If you were eligible for coverage under another employer-provided plan for a number of months, you cannot deduct for those months. Keep in mind, writing off premiums totaling more than your business’s income is not allowed. For example, if you paid $1,200 in premiums for the year, but your business made only $1,000 after losses, you can’t write off the entire $1,200.
Make Sure You’re Doing It Right
If you’re a sole proprietor, your total deductions would be recorded on the first page of the 1040 form, not on the Schedule A form where your other business tax deductions would go. Why is this? When you are your own boss (self-employed, in other words) your health insurance is an income adjustment.
If you’re an S-corporation, the exact protocol is a little more difficult. The greatest option is to allow the S-corporation to pay your premiums directly; however, if you pay out of pocket, you might not be entitled to writing-off those expenses. You do have the option of having the S-corporation reimburse you for your premiums. Don’t forget to properly notate the premiums on your W-2 form.

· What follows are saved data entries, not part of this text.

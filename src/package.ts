/** Where faultbook is installed and what version it is: read once from its own package.json. */
import { readFileSync } from 'node:fs';
import { dirname, join } from 'node:path';
import { fileURLToPath } from 'node:url';

/** src/package.ts and dist/package.js both sit one level below the package root. */
export const packageRoot = join(dirname(fileURLToPath(import.meta.url)), '..');

const manifest = JSON.parse(readFileSync(join(packageRoot, 'package.json'), 'utf8')) as { version: string };

export const toolVersion: string = manifest.version;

Keep careful payment records to show to your tax preparer in order to correctly deduct your health insurance premiums. A qualified tax preparer, accountant, or CPA can point you to your most optimal options for deducting your premiums so that your chances of being audited do not increase.
Are Pre-Tax Money Deductions Tax Deductible?: No.
If you have health insurance through an employer and the premiums are subtracted from your paycheck, it’s important to know how this is done. Most of the time, health insurance premiums are subtracted from your paycheck before taxes. This means that your premium was paid with pre-tax money. If your premium was subtracted from your paycheck after taxes have been calculated, your premium was paid with after-tax money.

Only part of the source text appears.